[Start of section]

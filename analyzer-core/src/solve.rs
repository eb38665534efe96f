//! Solving `(G + jωC)·x = b` at one frequency: the only module that touches faer.
//!
//! Three paths sit behind one trait, [`PointSolver`]:
//!
//! * [`SmallLu`]: complex LU with partial pivoting on fixed-size stack arrays, for the tiny
//!   systems most filters produce (up to [`SMALL_MAX`] unknowns). faer's per-call overhead
//!   dominates below about 20 unknowns; this kernel has none.
//! * [`DenseLu`]: faer's dense LU with partial pivoting, factoring in place into a workspace
//!   that is reused point after point.
//! * [`SparseLu`]: faer's sparse LU; the symbolic analysis (COLAMD ordering, elimination tree)
//!   is done once per sweep from the union pattern of `G` and `C` and shared by all workers;
//!   each point only refactors numerically.
//!
//! faer reports no numerical singularity. Every path therefore checks its pivots: a pivot that
//! is exactly zero or not finite is reported as [`Singular`] with the column (unknown) it
//! occurred in, so the caller can name the node or part to blame. Residuals are checked by the
//! caller ([`solve_checked`]), with one step of iterative refinement when they are poor.

use crate::stamp::System;
use faer::dyn_stack::{MemBuffer, MemStack, StackReq};
use faer::linalg::lu::partial_pivoting::{factor as dfactor, solve as dsolve};
use faer::sparse::linalg::lu::{factorize_symbolic_lu, LuSymbolicParams, NumericLu, SymbolicLu};
use faer::sparse::{SparseColMatRef, SymbolicSparseColMat};
use faer::{c64, Conj, MatMut, Par};
use multiversion::multiversion;
use num_complex::Complex64;
use std::sync::Arc;

/// Largest system the stack kernel serves. Measured with
/// `cargo bench -p analyzer-core --bench solve` on the 2-core CI machine, factor + solve per
/// point: 9 unknowns 0.50 µs (sparse 1.04, dense 1.37), 13 unknowns 1.28 µs (sparse 1.64),
/// 15 unknowns 1.44 µs (sparse 2.12); at 17 the sparse path takes 1.68 µs and dense 3.15.
///
/// Above it [`SolverKind::Auto`] goes straight to the sparse path: network matrices are
/// sparse (a few entries per row), and faer's sparse LU beat its dense LU at 17 unknowns
/// (1.68 µs vs 3.15 µs per factor + solve) and at 33 (3.9 µs vs 12.9 µs). The dense path
/// stays available as an override.
pub const SMALL_MAX: usize = 16;

/// Which solver path to use.
#[derive(Clone, Copy, Debug, Default, PartialEq, Eq)]
pub enum SolverKind {
    /// Chosen by size: small kernel, dense faer, sparse faer.
    #[default]
    Auto,
    /// The stack kernel (only up to [`SMALL_MAX`] unknowns; above, the sparse path).
    Small,
    /// faer dense LU.
    Dense,
    /// faer sparse LU with symbolic reuse.
    Sparse,
}

impl SolverKind {
    /// The path Auto resolves to for `n` unknowns.
    pub fn resolve(self, n: usize) -> SolverKind {
        match self {
            SolverKind::Auto if n <= SMALL_MAX => SolverKind::Small,
            // The stack kernel has no instance above SMALL_MAX; sparse is the faster fallback.
            SolverKind::Auto | SolverKind::Small if n > SMALL_MAX => SolverKind::Sparse,
            k => k,
        }
    }
}

/// A zero or non-finite pivot: the system is singular (or numerically so) at this point.
#[derive(Clone, Copy, Debug, PartialEq, Eq)]
pub struct Singular {
    /// The unknown whose column had no usable pivot.
    pub column: usize,
}

/// Factors `G + jωC` at one frequency and solves against right-hand sides.
pub trait PointSolver: Send {
    /// Forms and factors the matrix at `omega`. On `Err`, the factorisation is unusable.
    fn factor(&mut self, omega: f64) -> Result<(), Singular>;
    /// Solves in place with the last factorisation; `rhs` has length n.
    fn solve(&mut self, rhs: &mut [Complex64]);
}

/// Shared, once-per-sweep data that a solver path needs (the sparse symbolic analysis).
#[derive(Clone)]
pub struct SolverPlan<'a> {
    sys: &'a System,
    kind: SolverKind,
    sparse: Option<Arc<SparseShared>>,
}

struct SparseShared {
    pattern: SymbolicSparseColMat<usize>,
    symbolic: SymbolicLu<usize>,
}

impl<'a> SolverPlan<'a> {
    /// Prepares the chosen path for `sys`; the sparse path does its symbolic analysis here.
    /// Fails with [`Singular`] if the pattern is structurally singular.
    pub fn new(sys: &'a System, kind: SolverKind) -> Result<Self, Singular> {
        let kind = kind.resolve(sys.n);
        let sparse = if kind == SolverKind::Sparse {
            Some(Arc::new(SparseShared::new(sys)?))
        } else {
            None
        };
        Ok(SolverPlan { sys, kind, sparse })
    }

    /// The path in use.
    pub fn kind(&self) -> SolverKind {
        self.kind
    }

    /// A fresh solver with its own workspace (one per worker thread).
    pub fn make(&self) -> Box<dyn PointSolver + 'a> {
        let sys = self.sys;
        match (self.kind, &self.sparse) {
            (SolverKind::Sparse, Some(shared)) => Box::new(SparseLu::new(sys, shared.clone())),
            (SolverKind::Small, _) => make_small(sys),
            _ => Box::new(DenseLu::new(sys)),
        }
    }

    /// A fresh [`LaneSolver`] with its own workspace: on the stack-kernel path [`LANES`]
    /// frequencies per pass when `wide`, else one; faer's paths take one frequency per pass.
    pub fn make_lanes(&self, wide: bool) -> Box<dyn LaneSolver + 'a> {
        let sys = self.sys;
        match self.kind {
            SolverKind::Small => make_small_lanes(sys, wide),
            _ => Box::new(OneLane::new(sys, self.make())),
        }
    }
}

macro_rules! small_dispatch {
    ($sys:expr, $lanes:literal, $fallback:expr, $($n:literal)*) => {
        match $sys.n {
            $($n => Box::new(LaneLu::<$n, $lanes>::new($sys)),)*
            _ => $fallback,
        }
    };
}

fn make_small<'a>(sys: &'a System) -> Box<dyn PointSolver + 'a> {
    small_dispatch!(sys, 1, Box::new(DenseLu::new(sys)), 1 2 3 4 5 6 7 8 9 10 11 12 13 14 15 16)
}

fn make_small_lanes<'a>(sys: &'a System, wide: bool) -> Box<dyn LaneSolver + 'a> {
    let one = || Box::new(OneLane::new(sys, Box::new(DenseLu::new(sys))));
    if wide {
        small_dispatch!(sys, 8, one(), 1 2 3 4 5 6 7 8 9 10 11 12 13 14 15 16)
    } else {
        small_dispatch!(sys, 1, one(), 1 2 3 4 5 6 7 8 9 10 11 12 13 14 15 16)
    }
}

/// Frequencies the wide stack kernel factors in one pass ([`SolverPlan::make_lanes`]).
///
/// Eight lanes of `f64` are two AVX-512, four AVX or eight SSE2 registers wide, so every
/// elimination step is a handful of full vector operations whatever the system's size.
/// Measured with `cargo bench -p analyzer-core --bench solve -- small/sweep-10k` on the
/// 2-core CI machine; the figures are in the README's Performance section.
pub const LANES: usize = 8;

/// Why one lane of a [`LaneSolver`] failed: the lowest failing lane and its failure.
#[derive(Clone, Copy, Debug, PartialEq)]
pub struct LaneFailure {
    /// Index of the lane (position in the `omegas` given to [`LaneSolver::factor`]).
    pub lane: usize,
    /// What went wrong there.
    pub failure: SolveFailure,
}

/// Factors `G + jωC` at several frequencies at once and solves against one right-hand side
/// that does not depend on ω. Vectors are lane-major: lane `l`'s solution is
/// `out[l·n .. (l + 1)·n]`.
pub trait LaneSolver: Send {
    /// How many frequencies one [`LaneSolver::factor`] call takes at most.
    fn lanes(&self) -> usize;
    /// Forms and factors the matrix at each of `omegas` (1 ..= `lanes()` values).
    fn factor(&mut self, omegas: &[f64]) -> Result<(), LaneFailure>;
    /// Solves `A(ω_l)·x_l = rhs` for every factored lane, checks each lane's normwise
    /// backward error with one step of iterative refinement above `RESIDUAL_LIMIT / 1000`
    /// (as [`solve_checked`]), and writes the solutions to `out`.
    fn solve_checked(
        &mut self,
        rhs: &[Complex64],
        out: &mut [Complex64],
    ) -> Result<(), LaneFailure>;
    /// `dx_l/dω = −A(ω_l)⁻¹·(jC)·x_l` for each lane's solution `x_l` in `xs`, into `out`.
    fn derivative(&mut self, xs: &[Complex64], out: &mut [Complex64]);
}

/// A [`PointSolver`] (faer's dense or sparse LU) seen as a one-lane [`LaneSolver`].
struct OneLane<'a> {
    sys: &'a System,
    solver: Box<dyn PointSolver + 'a>,
    omega: f64,
    check: CheckScratch,
}

impl<'a> OneLane<'a> {
    fn new(sys: &'a System, solver: Box<dyn PointSolver + 'a>) -> Self {
        OneLane {
            sys,
            solver,
            omega: 0.0,
            check: CheckScratch::default(),
        }
    }
}

fn lane0(failure: SolveFailure) -> LaneFailure {
    LaneFailure { lane: 0, failure }
}

impl LaneSolver for OneLane<'_> {
    fn lanes(&self) -> usize {
        1
    }

    fn factor(&mut self, omegas: &[f64]) -> Result<(), LaneFailure> {
        self.omega = omegas.first().copied().unwrap_or(0.0);
        self.solver
            .factor(self.omega)
            .map_err(|s| lane0(SolveFailure::Singular(s)))
    }

    fn solve_checked(
        &mut self,
        rhs: &[Complex64],
        out: &mut [Complex64],
    ) -> Result<(), LaneFailure> {
        let n = self.sys.n;
        let (Some(x), Some(b)) = (out.get_mut(..n), rhs.get(..n)) else {
            return Err(lane0(SolveFailure::Untrustworthy {
                residual: f64::INFINITY,
            }));
        };
        x.copy_from_slice(b);
        solve_checked(
            self.solver.as_mut(),
            self.sys,
            self.omega,
            x,
            &mut self.check,
        )
        .map_err(lane0)
    }

    fn derivative(&mut self, xs: &[Complex64], out: &mut [Complex64]) {
        let n = self.sys.n;
        if let (Some(x), Some(dx)) = (xs.get(..n), out.get_mut(..n)) {
            self.sys.multiply(self.omega, x, dx, true);
            dx.iter_mut().for_each(|v| *v = -*v);
            self.solver.solve(dx);
        }
    }
}

/// The one-frequency stack kernel: [`LaneLu`] with a single lane.
pub type SmallLu<const N: usize> = LaneLu<N, 1>;
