#[cfg(test)]
mod tests {
    use super::*;
    use crate::design;

    fn pz(toml: &str) -> PoleZero {
        let d = design::parse(toml).unwrap();
        let a = Analysis::new(d.network, d.responses).unwrap();
        pole_zero(&a, 0, Some(2.0 * PI * 1e3)).unwrap()
    }

    /// The driving-point impedance of R, L and C in series.
    fn series_rlc_impedance(r: f64, l: f64, c: f64) -> PoleZero {
        pz(&format!(
            r#"[parts]
L1 = {{ inductor = {l:e}, between = ["in", "m"] }}
C1 = {{ capacitor = {c:e}, between = ["m", "n"] }}
R1 = {{ resistor = {r:e}, between = ["n", "gnd"] }}
[responses]
z = {{ impedance = ["in", "gnd"] }}"#
        ))
    }

    fn close(a: Complex64, b: Complex64, tol: f64) -> bool {
        (a - b).norm() <= tol * b.norm().max(1.0)
    }

    /// The eigensolver the poles rest on returns every eigenvalue, on pencils of the sizes
    /// networks give (diag(1..n) plus a superdiagonal against the identity: eigenvalues
    /// 1..n). (faer 0.24.4's QZ without eigenvectors left most unset above about 30, and with
    /// them took seconds on MNA pencils of 90: hence the shift-and-invert formulation.)
    #[test]
    fn eigenvalues_are_all_found() {
        for m in [5usize, 20, 40, 90, 160] {
            let mut p = Pencil {
                m,
                a: vec![c64::new(0.0, 0.0); m * m],
                b: vec![c64::new(0.0, 0.0); m * m],
            };
            for i in 0..m {
                p.a[i * m + i] = c64::new((i + 1) as f64, 0.0);
                p.b[i * m + i] = c64::new(-1.0, 0.0);
                if i + 1 < m {
                    p.a[(i + 1) * m + i] = c64::new(0.5, 0.0);
                }
            }
            let mut ev: Vec<f64> = p.eigenvalues().unwrap().iter().map(|l| l.re).collect();
            ev.sort_by(f64::total_cmp);
            for (k, v) in ev.iter().enumerate() {
                assert!((v - (k + 1) as f64).abs() < 1e-9, "m = {m}: {ev:?}");
            }
        }
    }

    /// A pencil with columns of B that are zero (unknowns no storage element touches): the
    /// eigensolver works on the other columns alone and the rest count as infinite. Upper
    /// triangular A with diagonal 1..m, B = −1 on four of the diagonal's places, columns
    /// rotated: det(A + λB) is ±Π(a_ii + λb_ii), so the finite eigenvalues are exactly the
    /// a_ii of those four places and the other eight are infinite (closed form).
    #[test]
    fn columns_without_storage_are_infinite_eigenvalues() {
        let m = 12;
        let dynamic = [1usize, 4, 5, 9];
        let mut p = Pencil {
            m,
            a: vec![c64::new(0.0, 0.0); m * m],
            b: vec![c64::new(0.0, 0.0); m * m],
        };
        // Column c of the pencil is column (c + 5) mod m of the triangular one.
        let at = |r: usize, c: usize| ((c + m - 5) % m) * m + r;
        for i in 0..m {
            p.a[at(i, i)] = c64::new((i + 1) as f64, 0.0);
            for j in i + 1..m {
                p.a[at(i, j)] = c64::new(0.3 * (i + j) as f64, 0.0);
            }
        }
        for &i in &dynamic {
            p.b[at(i, i)] = c64::new(-1.0, 0.0);
        }
        let ev = p.eigenvalues().unwrap();
        let mut finite: Vec<f64> = ev
            .iter()
            .filter(|l| l.re.is_finite())
            .map(|l| l.re)
            .collect();
        finite.sort_by(f64::total_cmp);
        assert_eq!(finite.len(), dynamic.len(), "{ev:?}");
        for (v, &i) in finite.iter().zip(&dynamic) {
            assert!((v - (i + 1) as f64).abs() < 1e-12, "{ev:?}");
        }
        assert!(
            ev.iter().all(|l| l.im.abs() < 1e-12 || !l.re.is_finite()),
            "{ev:?}"
        );
        assert_eq!(ev.len(), m);
    }

    /// A bridge of two RC dividers with equal time constants (1 kΩ·100 nF = 2 kΩ·50 nF): both
    /// midpoints are V·1/(1 + jωRC), so their difference is zero at every frequency (closed
    /// reasoning). The check by solving finds it (as does, here, the pencil singular at
    /// every shift) and the response is reported as identically zero; with one arm 1 % off
    /// it is not, and has the two dividers' poles.
    #[test]
    fn a_balanced_bridge_reads_identically_zero() {
        let bridge = |r2: &str| {
            let d = design::parse(&format!(
                r#"[parts]
V1 = {{ voltage = "1", between = ["in", "gnd"] }}
R1 = {{ resistor = "1k", between = ["in", "a"] }}
C1 = {{ capacitor = "100n", between = ["a", "gnd"] }}
R2 = {{ resistor = "{r2}", between = ["in", "b"] }}
C2 = {{ capacitor = "50n", between = ["b", "gnd"] }}
[responses]
diff = {{ ratio = [["a", "b"], "in"] }}
"#
            ))
            .unwrap();
            let a = Analysis::new(d.network, d.responses).unwrap();
            let r = a.readout(0).unwrap();
            let w = 2.0 * PI * 1e3;
            let zero = vanishes(&a, r.rhs, r.numerator, r.design, w);
            (zero, pole_zero(&a, 0, Some(w)).unwrap())
        };
        let (zero, balanced) = bridge("2k");
        assert!(zero && balanced.identically_zero, "{balanced:?}");
        assert!(balanced.poles.is_empty() && balanced.zeros.is_empty());
        let (zero, off) = bridge("2.02k");
        assert!(!zero && !off.identically_zero, "{off:?}");
        let mut p: Vec<f64> = off.poles.iter().map(|s| -s.re).collect();
        p.sort_by(f64::total_cmp);
        let expect = [1.0 / (2.02e3 * 50e-9), 1.0 / (1e3 * 100e-9)];
        assert_eq!(p.len(), 2, "{off:?}");
        for (a, b) in p.iter().zip(expect) {
            assert!((a / b - 1.0).abs() < 1e-9, "{p:?} against {expect:?}");
        }
    }

    /// RC low-pass: one pole at −1/RC, no zero (closed form).
    #[test]
    fn rc_low_pass_has_one_real_pole() {
        let p = pz(r#"[parts]
V1 = { voltage = "1", between = ["in", "gnd"] }
R1 = { resistor = "1k", between = ["in", "out"] }
C1 = { capacitor = "100n", between = ["out", "gnd"] }
[responses]
gain = { ratio = ["out", "in"] }"#);
        assert_eq!(p.zeros.len(), 0, "{p:?}");
        assert_eq!(p.poles.len(), 1, "{p:?}");
        assert!(close(p.poles[0], Complex64::new(-1e4, 0.0), 1e-12), "{p:?}");
        assert_eq!((p.slope_at_dc(), p.slope_at_infinity()), (0, -1));
    }

    /// RC high-pass: a zero at the origin and a pole at −1/RC (closed form).
    #[test]
    fn rc_high_pass_has_a_zero_at_the_origin() {
        let p = pz(r#"[parts]
V1 = { voltage = "1", between = ["in", "gnd"] }
C1 = { capacitor = "100n", between = ["in", "out"] }
R1 = { resistor = "1k", between = ["out", "gnd"] }
[responses]
gain = { ratio = ["out", "in"] }"#);
        assert_eq!(p.zeros, vec![Complex64::new(0.0, 0.0)], "{p:?}");
        assert!(close(p.poles[0], Complex64::new(-1e4, 0.0), 1e-12), "{p:?}");
        assert_eq!((p.slope_at_dc(), p.slope_at_infinity()), (1, 0));
    }

    /// Series RLC impedance: zeros at the resonance pair, a pole at the origin, Q = √(L/C)/R
    /// (closed forms).
    #[test]
    fn series_rlc_impedance_has_its_resonance_as_zeros() {
        let (r, l, c): (f64, f64, f64) = (47.0, 10e-3, 22e-9);
        let p = series_rlc_impedance(r, l, c);
        let rows = p.rows();
        let zero = rows.iter().find(|x| x.what == "zero" && x.pair).unwrap();
        let f0 = 1.0 / (2.0 * PI * (l * c).sqrt());
        assert!((zero.f0_hz / f0 - 1.0).abs() < 1e-12, "{rows:?}");
        assert!((zero.q.unwrap() / ((l / c).sqrt() / r) - 1.0).abs() < 1e-12);
        assert_eq!(p.poles, vec![Complex64::new(0.0, 0.0)], "{p:?}");
    }

    /// A lossless two-section LC ladder driven by a voltage source: its poles are the roots
    /// of ω⁴·L1C1L2C2 − ω²·(L1C1 + L2C2 + L1C2) + 1 = 0 (closed form, the determinant of the
    /// two loops with the source shorted), on the jω axis. They come out with real parts of a
    /// few ε·|s| and either sign; they must read as on the axis, not as Q ≈ 10¹⁵ or as an
    /// unstable pole. A series RLC of Q = 10⁴ (closed form √(L/C)/R) stays a pair with its Q.
    #[test]
    fn lossless_resonances_are_on_the_axis_and_high_q_ones_are_not() {
        let (l1, c1, l2, c2): (f64, f64, f64, f64) = (2.2e-3, 47e-9, 1e-3, 10e-9);
        let p = pz(&format!(
            r#"[parts]
V1 = {{ voltage = "1", between = ["in", "gnd"] }}
L1 = {{ inductor = {l1:e}, between = ["in", "a"] }}
C1 = {{ capacitor = {c1:e}, between = ["a", "gnd"] }}
L2 = {{ inductor = {l2:e}, between = ["a", "b"] }}
C2 = {{ capacitor = {c2:e}, between = ["b", "gnd"] }}
[responses]
h = {{ ratio = ["b", "in"] }}"#
        ));
        let (a, b) = (l1 * c1 * l2 * c2, l1 * c1 + l2 * c2 + l1 * c2);
        let disc = (b * b - 4.0 * a).sqrt();
        let mut expect = [
            ((b - disc) / (2.0 * a)).sqrt(),
            ((b + disc) / (2.0 * a)).sqrt(),
        ];
        expect.sort_by(f64::total_cmp);
        let rows = p.rows();
        let poles: Vec<&RootRow> = rows.iter().filter(|r| r.what == "pole").collect();
        assert_eq!(poles.len(), 2, "{rows:?}");
        for (r, w) in poles.iter().zip(expect) {
            assert!(r.pair && r.on_axis && !r.right_half_plane, "{r:?}");
            assert!(
                (r.f0_hz / (w / (2.0 * PI)) - 1.0).abs() < 1e-12,
                "{r:?} {w}"
            );
        }
        let (r, l, c): (f64, f64, f64) = (1e-2, 10e-3, 1e-6);
        let q = (l / c).sqrt() / r;
        let p = series_rlc_impedance(r, l, c);
        let rows = p.rows();
        let zero = rows.iter().find(|x| x.what == "zero" && x.pair).unwrap();
        assert!(!zero.on_axis && !zero.right_half_plane, "{zero:?}");
        assert!((zero.q.unwrap() / q - 1.0).abs() < 1e-9, "{zero:?} {q}");
    }

    /// An ideal op-amp integrator, H = −1/(sRC) (closed form): one pole at the origin, no
    /// zeros, and the count verified by the slope (−20 dB/decade everywhere), not flagged
    /// as unverified for want of a nonzero root to measure above.
    #[test]
    fn an_integrator_has_its_pole_at_the_origin_and_a_verified_count() {
        let p = pz(r#"[parts]
V1 = { voltage = "1", between = ["in", "gnd"] }
R1 = { resistor = "10k", between = ["in", "n"] }
C1 = { capacitor = "10n", between = ["n", "out"] }
U1 = { opamp = "ideal", noninverting = "gnd", inverting = "n", output = "out" }
[responses]
i = { ratio = ["out", "in"] }"#);
        assert_eq!(p.poles, vec![Complex64::new(0.0, 0.0)], "{p:?}");
        assert!(
            p.zeros.is_empty() && !p.unverified && p.at_infinity == 0,
            "{p:?}"
        );
    }

    /// A 60-section RLC ladder (series R and L, shunt C) read end to end has 120 poles and
    /// no finite zeros: a ladder's transmission zeros are where a series arm opens or a shunt
    /// arm shorts, here only at infinity (common practice). Its numerator pencil's block of
    /// infinite eigenvalues comes out as a ring of spurious roots inside the band, and its
    /// response is below the double range where the slope would count them; tested on the
    /// network at complex frequencies, none may stay in or near the band.
    #[test]
    fn a_long_ladder_keeps_no_spurious_zeros_in_its_band() {
        let net = crate::ladders::rlc_ladder(60, 1.0, 1e-6, 1e-9, 50.0, 50.0).unwrap();
        let spec = crate::ladders::ladder_gain(&net, 60).unwrap();
        let a = Analysis::new(net, vec![spec]).unwrap();
        for fs in [1e5, 1e6] {
            let p = pole_zero(&a, 0, Some(2.0 * PI * fs)).unwrap();
            assert_eq!(p.poles.len(), 120, "{fs}");
            let top = p.poles.iter().map(|s| s.norm()).fold(0.0, f64::max);
            let near: Vec<&Complex64> = p.zeros.iter().filter(|z| z.norm() < 100.0 * top).collect();
            assert!(near.is_empty(), "{fs}: {near:?}");
            assert_eq!(p.unverified, !p.zeros.is_empty(), "{fs}: {p:?}");
        }
    }
}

[End of section]

__Exercise instructions__. Go through the listing above and find each line that contains "triangular", then copy it.

__Exercise result__.
    /// triangular A with diagonal 1..m, B = −1 on four of the diagonal's places, columns
        // Column c of the pencil is column (c + 5) mod m of the triangular one.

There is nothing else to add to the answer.